Progesterone can be administered via oral, vaginal, rectal, subcutaneous, or intramuscular routes. All of these forms of administration appear to have similar efficacy [9, 10]. One explanation for this is that the vaginal route does not involve the first hepatic passage and also provides higher and sustained serum concentrations than does the oral route [11]. Nevertheless, all forms of progesterone administration can have side effects, such as drowsiness and headache by the oral route; vaginal administration may be associated with vaginal irritation, discharge, and bleeding [12]; the intramuscular route has the inconvenience of daily injections, and can have adverse effects such as local pain, infections, abscess [10, 13].

The oral route would be an option for luteal phase support and for endometrial preparation for the transfer of thawed embryos. Since micronized progesterone does not have good intestinal absorption, dydrogesterone appears to be a better option [14]. It is a retro-steroid with good oral bioavailability and high selectivity for progesterone receptors. It can be used at lower oral doses to mimic the luteal phase due to its better bioavailability and the progestogenic activity of its metabolites [15]. The use of this medication is considered safe during pregnancy, with no evidence of congenital malformations associated with it [16].

Prospective studies on the support for the luteal phase in IVF (in vitro fertilization) with fresh embryo transfer have shown that oral dydrogesterone is as effective as micronized vaginal progesterone (MVP), with better patient satisfaction rates [17, 18]. In addition, a recent meta-analysis based, systematic review comparing the efficacy of oral dydrogesterone (20 to 40 mg/day) with MVP (600 to 800 mg/day) or 8% MVP gel (90 mg/day) in IVF cycles with fresh embryo transfer have shown that oral dydrogesterone was associated to significantly higher rates of pregnancy and live births than MVP. Safety results were similar between both groups (oral DYD versus MVP) in the maternal and fetal/neonatal populations [19].

Hence, there is a need for an effective, well-tolerated and safe treatment that could improve patient satisfaction in addition to the outcomes of assisted reproduction techniques with increased rates of pregnancy and live births. As the treatment can be long, oral administration is often preferred over the vaginal route [20].

Nevertheless, the vast majority of studies have been carried out with IVF cycles using fresh embryo transfer, whereas those using frozen embryos remain scarce. Hence, as the dydrogesterone tablets are readily available in our country with a reasonable cost, we were interested in comparing micronized vaginal progesterone and oral dydrogesterone in the endometrial preparation for the transfer of frozen-thawed embryos.

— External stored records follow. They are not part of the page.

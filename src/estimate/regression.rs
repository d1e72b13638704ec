//! Standardization (the parametric g-formula; Robins 1986, Math Modelling
//! 7:1393-1512; Hernán & Robins, *What If*, 2020, ch. 13): fit the outcome
//! model, predict every row with the exposure set to each value, and average
//! the predictions over the estimand's population (everyone, the exposed
//! or the unexposed). The standard error stacks the outcome model's score
//! equations with the two averages (M-estimation; Stefanski & Boos, Am Stat
//! 2002;56:29-38), so it accounts for both the fitted coefficients and the
//! averaging over covariates.

use super::{About, Estimator, ExposureKind, Points, Serves, Target, Targets, TimeToEvent};
use crate::data::Setting;
use crate::identify::Strategy;
use crate::learn::{Fits, Needs, Observed, OutcomeFit};
use crate::problem::{Estimand, Problem};
use crate::{Error, Result};

/// Standardization over the outcome model.
pub struct Regression;

static ABOUT: About = About {
    name: "regression",
    label: "regression (standardization)",
    strategies: &[Strategy::Backdoor],
    serves: &[Serves::Binary, Serves::Levels, Serves::Dose],
    weighted: &[Serves::Binary, Serves::Levels, Serves::Dose],
    estimands: &[Estimand::Ate, Estimand::Att, Estimand::Atc],
    needs: Needs {
        outcome: true,
        exposure: false,
    },
    default: true,
    time_to_event: TimeToEvent::Also,
};

/// Weighted mean of `m` over `u` (`u` = frequency x group).
fn mean(m: &[f64], u: &[f64]) -> f64 {
    let (s, t) = m
        .iter()
        .zip(u)
        .fold((0.0, 0.0), |(s, t), (m, u)| (s + m * u, t + u));
    s / t
}

/// Frequency weight times estimand-group membership for every row.
fn group_weights(p: &Problem, freq: Option<&[f64]>) -> Vec<f64> {
    (0..p.n())
        .map(|i| freq.map_or(1.0, |f| f[i]) * p.group(i))
        .collect()
}

impl Estimator for Regression {
    fn about(&self) -> &'static About {
        &ABOUT
    }

    fn methods_sentence(&self, kind: &ExposureKind) -> String {
        let form = match kind {
            ExposureKind::Dose => " at each dose of the curve",
            ExposureKind::Levels(_) => " at each exposure level",
            ExposureKind::Binary => "",
        };
        format!(
            "The outcome model was standardized over the sample{form} (the parametric g-formula; Robins 1986)."
        )
    }

    fn point(&self, p: &Problem, fits: &Fits, freq: Option<&[f64]>) -> Result<Points> {
        if p.survival.is_some() {
            let t = crate::survival::methods::standardised(p, fits.hazard()?, freq, false)?;
            return Ok(Points {
                targets: t.targets,
                values: t.values,
            });
        }
        let m = fits.outcome()?;
        let u = group_weights(p, freq);
        let targets = p.targets();
        let values = targets.iter().map(|&t| mean(&m.at(p, t), &u)).collect();
        Ok(Points { targets, values })
    }

    fn targets(&self, p: &Problem, fits: &Fits) -> Result<Targets> {
        if let Some(s) = &p.survival {
            let mut t = crate::survival::methods::standardised(p, fits.hazard()?, p.sampling(), true)?;
            if s.censoring_weights {
                t.notes.push(
                    "the standardised curves take no censoring weights: their hazard model conditions on the \
                     adjustment set, which covers censoring that depends on it"
                        .into(),
                );
            }
            return Ok(t);
        }
        let m = fits.outcome()?;
        // Under sampling weights the averaging is weighted and so is the
        // outcome model's score (see `OutcomeFit::influence`).
        let u = group_weights(p, p.sampling());
        let total: f64 = u.iter().sum();
        if total <= 0.0 {
            return Err(Error::input(format!(
                "no row belongs to the {} population",
                p.spec.estimand
            )));
        }
        let observed = m.predict(p, Setting::Observed);
        let obs = fits.observed()?;
        let mut out = Targets::default();
        for t in p.targets() {
            let (mu, phi) = arm(p, m, obs, t, &u, total, &observed);
            out.push(t, mu, phi);
        }
        if let Some(s) = &m.separation {
            out.warnings.push(format!(
                "outcome model shows {s}; predictions near 0 or 1 are unstable"
            ));
        }
        if !m.binary {
            out.linear_terms = Some(m.coef.len());
        }
        let model = if m.binary {
            "logistic regression"
        } else {
            "least squares"
        };
        let products: Vec<String> = p
            .outcome_design
            .terms()
            .iter()
            .filter(|t| t.factors.len() > 1 && t.uses(p.exposure))
            .map(|t| t.name.clone())
            .collect();
        out.notes.push(format!(
            "outcome model: {model} on the exposure and the adjustment terms{}",
            if products.is_empty() {
                String::new()
            } else {
                format!(", with products {}", products.join(", "))
            }
        ));
        if p.kind == ExposureKind::Dose {
            out.notes.push(match p.spec.contrast {
                Some((a, b)) => format!("effect of setting the exposure to {b} rather than {a}"),
                None => "effect of raising the exposure by one unit from its observed values".into(),
            });
        }
        Ok(out)
    }
}

/// The mean under target `t` and its influence: the averaging over the
/// estimand's population stacked with the outcome model's score equations.
fn arm(
    p: &Problem,
    m: &OutcomeFit,
    obs: Option<&Observed>,
    t: Target,
    u: &[f64],
    total: f64,
    observed: &[f64],
) -> (f64, Vec<f64>) {
    let s = t.setting();
    let pred = m.at(p, t);
    let mu = mean(&pred, u);
    let scaled: Vec<f64> = u.iter().map(|g| g / total).collect();
    let k = m.gradient(p, s, &pred, &scaled);
    let infl = m.influence(p, &k, observed, obs);
    let phi: Vec<f64> = (0..p.n())
        .map(|i| u[i] * (pred[i] - mu) / total + infl[i])
        .collect();
    (mu, phi)
}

This was a randomized-controlled, parallel, open clinical trial, with two groups of women undergoing frozen-thawed embryo transfer along with hormone replacement therapy for endometrial preparation, at the Assisted Reproduction Service at Hospital Pérola Byington, in partnership with the Santa Casa de Sao Paulo School of Medical Sciences, conducted between September 2019 and February 2021.

The research was approved by Plataforma Brasil (Brazil’s national and unified database of research records involving human beings), having received its CAAE (acronym for Certificado de apresentação para Apreciação Ética, i.e., Submission Certificate for Ethical Appreciation) number: 13189119.7.0000.0069, and Document Number: 3.453.065, Rapporteurship on 07/13/2019, and Brazilian Registry of Clinical Trials (ReBEC). UTN (Universal Trial Number): U1111-1247-1845, date: 03/31/2020. All participants signed the Voluntary and Informed Consent Form, according to item IV of Resolution/CNS (acronym for Conselho Nacional de Saúde, i.e., Brazil’s National Health Council) No. 196/96, as required by the service’s protocol.

Patients’ characteristics such as age, body mass index (BMI), as calculated by the formula weight/height${}^2$ (kg/m${}^2$) and categorized based on the criteria defined by World Health Organization [21], referral for assisted reproduction techniques (ART), such as endometriosis, ovulatory factors, tubal, male, unexplained. Decreased ovarian reserve (anti-Müllerian hormone (AMH) 1 ng/mL or antral follicle count 7), endometrial thickness after 10–12 days of estrogen use, number of embryos transferred, embryonic stage and quality, biochemical pregnancy (positive $\beta$-HCG test), clinical pregnancy (visualization of fetal heartbeat by ultrasound at 6 weeks of gestational age), pregnancy at 12 weeks of gestation and live births were input into our database.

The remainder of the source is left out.